**ASSIGNMENT:** Once the line containing "SkyModel sky;" is found in the records below, return it and each following line exactly, up to and including the line containing "asks for IQU", and nothing else.

**SUPPLIED RECORDS:**

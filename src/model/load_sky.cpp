// SPDX-License-Identifier: GPL-2.0-or-later
#include "model/load_sky.h"

#include <algorithm>
#include <cmath>

#include "base/error.h"
#include "base/text.h"
#include "model/map_source.h"
#include "model/sketch_sky.h"
#include "physics/spectral_law.h"
#include "sphere/converged_analysis.h"
#include "sphere/fill.h"
#include "sphere/regrid.h"
#include "sphere/rotation.h"

namespace foreglow {
namespace {

constexpr double template_tolerance = 1e-8;  // of a template's a_lm: far below any accuracy a study asks for
constexpr int most_refinements = 12;

// Above about 2.5 nside the transforms of pixelized maps are not trustworthy (measured; see docs/accuracy.md).
int trusted_lmax(const HealpixGrid& map_grid, int lmax) {
    return std::min(lmax, std::max(2, 5 * map_grid.nside() / 2));
}

std::shared_ptr<const SkyMap> map_of_filled(const HealpixGrid& grid, Frame frame, const std::vector<double>& values) {
    auto filled = std::make_shared<SkyMap>();
    filled->grid = grid;
    filled->frame = frame;
    bool any = false;
    for (const double value : values) {
        filled->values.push_back(is_defined(value) ? 0.0 : 1.0);
        any = any || !is_defined(value);
    }
    return any ? filled : nullptr;
}

std::string regrid_notice(const char* what, const HealpixGrid& from, const HealpixGrid& to, int lmax) {
    return std::string(what) + " brought from nside " + std::to_string(from.nside()) + " to " + std::to_string(to.nside()) +
           " through its a_lm up to l = " + std::to_string(lmax);
}

PixelField bring_intensity(SkyMap map, const HealpixGrid& grid, int lmax, Progress& progress) {
    if (map.grid == grid) return PixelField::of_map(std::make_shared<const SkyMap>(std::move(map)));
    const int l = trusted_lmax(map.grid, lmax);
    progress.notice(regrid_notice("intensity template", map.grid, grid, l));
    auto filled = map_of_filled(map.grid, map.frame, map.values);
    if (filled) fill_undefined(map.grid, map.values);
    const RingWeights weights = make_ring_weights(map.grid.nside(), std::min(2 * l, 3 * map.grid.nside() - 1));
    ConvergedAlm result = analyse_converged(map.grid, map.values, l, {template_tolerance, most_refinements, &weights, {}});
    return PixelField::harmonic(std::move(result.alm), map.frame, std::move(filled));
}

StokesField bring_stokes(StokesMaps maps, const HealpixGrid& grid, Frame frame, int lmax, Progress& progress) {
    if (maps.grid == grid && maps.frame == frame) return {std::make_shared<const StokesMaps>(std::move(maps)), nullptr};
    const int l = trusted_lmax(maps.grid, lmax);
    progress.notice(regrid_notice("polarization template", maps.grid, grid, l) +
                    (maps.frame == frame ? "" : " and turned from " + to_text(maps.frame) + " to " + to_text(frame)));
    auto filled = map_of_filled(maps.grid, maps.frame, maps.q);
    if (filled) {
        fill_undefined(maps.grid, maps.q);
        fill_undefined(maps.grid, maps.u);
    }
    const RingWeights weights = make_ring_weights(maps.grid.nside(), std::min(2 * l, 3 * maps.grid.nside() - 1));
    ConvergedAlmEB result =
        analyse_converged_spin2(maps.grid, maps.q, maps.u, l, {template_tolerance, most_refinements, &weights, {}});
    if (maps.frame != frame) rotate_alm(result.alm, maps.frame, frame);
    return {std::move(result.alm), std::move(filled)};
}

// An index, curvature or fraction on the sky's grid; a finer one is first coarsened by means weighted with the brightness.
PixelField bring_plain(SkyMap map, const HealpixGrid& grid, Frame frame, const SkyMap& brightness) {
    if (map.grid.nside() > grid.nside()) {
        const SkyMap weights = interpolate(brightness, map.grid, map.frame);
        map = {grid, map.frame, map.unit, degrade(map.grid, map.values, grid, weights.values)};
    }
    return PixelField::interpolated(std::make_shared<const SkyMap>(std::move(map)), grid, frame);
}

PixelField bring_value_or_map(const ValueOrMap& value, const HealpixGrid& grid, Frame frame, const SkyMap& brightness,
                              Progress& progress) {
    if (const double* number = std::get_if<double>(&value)) return PixelField::uniform(*number);
    return bring_plain(read_plain_map(std::get<MapSource>(value), progress), grid, frame, brightness);
}

void subtract_zero_level(SkyMap& map, const Brightness& level, Frequency reference) {
    const double kelvin = level.value * rayleigh_jeans_per_unit(level.unit, reference, map.grid.pixel_area());
    for (double& value : map.values) value -= kelvin;
}

PolarizedSky load_polarization(const PolarizationSpec& spec, const SkyModel& sky, int lmax, const SkyMap& brightness,
                               Progress& progress) {
    PolarizedSky polarized;
    polarized.reference = spec.reference_frequency.value_or(sky.reference);
    polarized.beam_fwhm = spec.beam_fwhm;
    if (spec.map) {
        polarized.stokes = bring_stokes(read_stokes_maps(*spec.map, polarized.reference, progress), sky.grid, sky.frame, lmax,
                                        progress);
    } else {
        FOREGLOW_EXPECTS(spec.fraction && spec.angle_map);
        polarized.stokes = bring_stokes(read_angle_map(*spec.angle_map, progress), sky.grid, sky.frame, lmax, progress);
        polarized.fraction = bring_value_or_map(*spec.fraction, sky.grid, sky.frame, brightness, progress);
    }
    if (spec.index) polarized.index = bring_value_or_map(*spec.index, sky.grid, sky.frame, brightness, progress);
    return polarized;
}

void check_plain(const ValueOrMap& value) {
    const auto* source = std::get_if<MapSource>(&value);
    if (source == nullptr) return;
    static_cast<void>(resolve_frame(*source, read_fits_map_header(make_request(*source)).frame));
}

void check_units(const MapSource& source, const FitsMapHeader& header, std::size_t columns) {
    FOREGLOW_EXPECTS(!header.requested.empty());
    for (std::size_t i = 0; i < std::min(columns, header.requested.size()); ++i)
        for (const FitsMapColumnInfo& column : header.columns)
            if (column.number == header.requested[i]) static_cast<void>(resolve_unit(source, column.unit));
}

}  // namespace

Frame check_model_maps(const ModelSpec& model, bool with_polarization) {
    if (model.sketch) return Frame::Galactic;
    FOREGLOW_EXPECTS(model.intensity.has_value());
    const MapSource& intensity = model.intensity->map;
    const FitsMapHeader header = read_fits_map_header(make_request(intensity));
    const Frame frame = resolve_frame(intensity, header.frame);
    check_units(intensity, header, 1);
    check_plain(model.index.value);
    check_plain(model.curvature);
    if (!with_polarization || !model.polarization) return frame;
    const PolarizationSpec& polarization = *model.polarization;
    if (polarization.map) {
        const FitsMapHeader stokes = read_fits_map_header(make_request(*polarization.map));
        static_cast<void>(resolve_frame(*polarization.map, stokes.frame));
        check_units(*polarization.map, stokes, 2);
        static_cast<void>(resolve_convention(*polarization.map, stokes.convention));
    }
    if (polarization.angle_map) {
        const FitsMapHeader angles = read_fits_map_header(make_request(*polarization.angle_map));
        static_cast<void>(resolve_frame(*polarization.angle_map, angles.frame));
        static_cast<void>(resolve_convention(*polarization.angle_map, angles.convention));
    }
    if (polarization.fraction) check_plain(*polarization.fraction);
    if (polarization.index) check_plain(*polarization.index);
    return frame;
}

SkyModel load_sky(const ModelSpec& model, const HealpixGrid& grid, int lmax, bool with_polarization, Progress& progress) {
    if (model.sketch) return make_sketch_sky(*model.sketch, model.reference_frequency, grid, with_polarization);
    SkyModel sky;
    sky.grid = grid;
    sky.reference = model.reference_frequency;
    SkyMap intensity = read_brightness_map(model.intensity->map, sky.reference, progress);
    if (model.intensity->zero_level) subtract_zero_level(intensity, *model.intensity->zero_level, sky.reference);
    sky.frame = intensity.frame;
    sky.beam_fwhm = model.intensity->beam_fwhm;
    if (model.index.frequency) sky.index_log_ratio = log_frequency_ratio(*model.index.frequency, sky.reference);
    sky.index = bring_value_or_map(model.index.value, grid, sky.frame, intensity, progress);
    sky.curvature = bring_value_or_map(model.curvature, grid, sky.frame, intensity, progress);
    if (with_polarization) {
        if (!model.polarization)
            throw InputError("the study asks for IQU but the model " + model.name +
                             " has no [polarization]: add one, or set `stokes = \"I\"`");
        sky.polarization = load_polarization(*model.polarization, sky, lmax, intensity, progress);
    }
    sky.intensity = bring_intensity(std::move(intensity), grid, lmax, progress);
    return sky;
}

}  // namespace foreglow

**EXERCISE ANSWER:**
    SkyModel sky;
    sky.grid = grid;
    sky.reference = model.reference_frequency;
    SkyMap intensity = read_brightness_map(model.intensity->map, sky.reference, progress);
    if (model.intensity->zero_level) subtract_zero_level(intensity, *model.intensity->zero_level, sky.reference);
    sky.frame = intensity.frame;
    sky.beam_fwhm = model.intensity->beam_fwhm;
    if (model.index.frequency) sky.index_log_ratio = log_frequency_ratio(*model.index.frequency, sky.reference);
    sky.index = bring_value_or_map(model.index.value, grid, sky.frame, intensity, progress);
    sky.curvature = bring_value_or_map(model.curvature, grid, sky.frame, intensity, progress);
    if (with_polarization) {
        if (!model.polarization)
            throw InputError("the study asks for IQU but the model " + model.name +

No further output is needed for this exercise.